Directly extracting the text content in PPT can be convenient for us to further process or analyze, and can also be directly used for compiling other documents. By using Python program, we can quickly batch extract the text content in PPT, so as to realize efficient information collection or analyze the data in it. In this article, we will introduce how toExtract text from PowerPoint presentations using Python programcontent, including the body text in the slide, the slide note text, and the slide.
The methods used in this article require the use of for Python, which can be downloaded from the official website or installed via PyPI:pip install
。
Apply for Free License
Extract PPT Slide Text with Python
In PPT slides, text content is placed in various shapes, such as text boxes and graphics. We can first get the shape of the slide, and then extract the text in it, so as to realize the extraction of the text content of the slide. The following are the operation steps:
- establishPresentation object and use the() method to load the PPT.
- Iterate over the slides in the PPT and then over the shapes in the slides.
- Determine if the shape isIAutoShape instance. If so, the instance is passed through the Get the paragraphs in it, and then pass the property gets the text in the paragraph.
- Write text to a text file.
Code Example:
Python
surname Cong import (data) * surname Cong import (data) * # Create an object of the Presentation class pres = Presentation() # Load a PowerPoint presentation ("Example.pptx") text = [] # Loop through each slide with regards to slide exist center: # Loop over each shape with regards to shape exist center: # Check if the shape is an instance of IAutoShape in the event that isinstance(shape, IAutoShape): # Extract text from shapes with regards to paragraph exist center: () # Write text to a text file f = open("output/slide text.txt", "w", encoding='utf-8') with regards to s exist text center: (s + "\n") () ()
Extraction results:
Extracting PPT Note Text with Python
Notes are additional information added based on slides that can guide or prompt the speaker and are not shown to the audience. Notes for slides are stored in theNotesSlide object, which can be accessed via the attribute. Once you've gotten the changed object again, you can use the attribute to extract the text in it now. Here are the steps to do so:
- establishPresentation object and use the() method to load the PPT.
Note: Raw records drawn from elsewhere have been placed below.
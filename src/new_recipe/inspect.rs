//! The inspection of a table for `sextant new`: what the cells of each column
//! are, and the one role (id, group, feature or excluded) each column gets, with
//! its reason.

use super::recipe_text::plain;
use super::{
    Loaded, MAX_FEATURE_MISSING, MAX_GROUP_VALUES, MIN_VALUES_FOR_SKEWNESS, ROWS_PER_GROUP_VALUE,
    SKEWNESS_LIMIT,
};
use crate::error::{Error, InputError};
use crate::recipe::raw::DEFAULT_MISSING_TOKENS;
use crate::text::percent_figure as pct;
use std::collections::{BTreeMap, BTreeSet};
use std::fmt::Write as _;

/// Texts (compared without case) that stand in for a missing number.
const MISSING_LIKE: &[&str] = &[
    "na", "n/a", "n.a.", "nan", "?", "nd", "n.d.", "<lod", "<loq", "<dl", "<mdl", "bdl", "bql",
    "blq", "null", "none", "#n/a", "missing", ".", "--", "\u{2013}", "\u{2014}",
];
/// Name words that mark a label column (id candidates).
const LABEL_WORDS: &[&str] = &[
    "id",
    "sample",
    "name",
    "code",
    "key",
    "uid",
    "uuid",
    "barcode",
    "accession",
    "label",
    "index",
    "specimen",
    "subject",
    "patient",
    "participant",
];
/// Name words that mark a numeric column as a code rather than a measurement.
const CODE_WORDS: &[&str] = &[
    "id",
    "code",
    "key",
    "uid",
    "uuid",
    "barcode",
    "accession",
    "index",
];
/// Name words that mark whole numbers as a grouping code.
const GROUP_WORDS: &[&str] = &[
    "group",
    "class",
    "batch",
    "cluster",
    "category",
    "treatment",
    "cohort",
    "site",
    "lot",
    "plate",
    "species",
    "cultivar",
    "strain",
    "genotype",
    "condition",
    "block",
    "type",
];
- Iterate through the slides in the PPT, by means of the Property AcquisitionNotesSlide object, which is then passed through the attribute to extract the note text.
- Writes text to a text file.
Code Example:
Python
surname Cong import (data) * surname Cong import (data) * # Create an object of the Presentation class pres = Presentation() # Load a PowerPoint presentation ("Example.pptx") notes_list = [] # Loop through each slide with regards to slide exist center: # Get notes slides notes_slide = # Access to the contents of the note notes = notes_slide. notes_list.append(notes) # Write notes to text files f = open("output/remarks text.txt", "w", encoding="utf-8") with regards to note exist notes_list center: (note) ("\n") () ()
Extraction results:
Extract PPT annotated text with Python
We can also pass the property to get the annotations in the PPT slide with the property to get the text in the annotation. The following is the procedure:
- establishPresentation object and use the() method to load the PPT.
- Iterate through the slides by property gets the collection of annotations in each slide.
- Iterate through the annotations by property extracts the text in the annotation.
- Write text to a text file.
Code Example:
Python
from import * from import * # Create an object of the Presentation class pres = Presentation() # Load a PowerPoint presentation ("Example.pptx") comments_list = [] # Iterate over all slides for slide in : # Get all the comments in the slideshow comments = # Traversing comments for comment in comments: # Get comment text comment_text = comments_list.append(comment_text) # Write comments to a text file f = open("output/annotated text.txt", "w", encoding="utf-8") for comment in comments_list: (comment + "\n") () ()
Extraction results:
summarize
This article describes how to use Python to extract text content from slides, including extracting slide text, note text, and annotation text.
The API used in the text also supports many other PPT processing operations, go to the for Python TutorialLearn more about PPT operations.
Above is the use of Python to quickly extract the text content of the PPT code example of the details, more information about Python to extract the text content of the PPT please pay attention to my other related articles!